With the string "text" as the filter, copy each matching line from the records.

- - - - - - -

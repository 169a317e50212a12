import { Column, Entity, PrimaryGeneratedColumn } from 'typeorm';

/** An impedance analyser on the lab's bench. */
@Entity({ name: 'instrument' })
export class Instrument {
  @PrimaryGeneratedColumn('uuid') id!: string;
  @Column({ name: 'lab_id', type: 'uuid' }) labId!: string;
  @Column({ type: 'text' }) name!: string;
  @Column({ type: 'text', default: '' }) model!: string;
  @Column({ name: 'serial_number', type: 'text', default: '' }) serialNumber!: string;
}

- - - - - - -

Result of the exercise -
  @Column({ type: 'text' }) name!: string;
  @Column({ type: 'text', default: '' }) model!: string;
  @Column({ name: 'serial_number', type: 'text', default: '' }) serialNumber!: string;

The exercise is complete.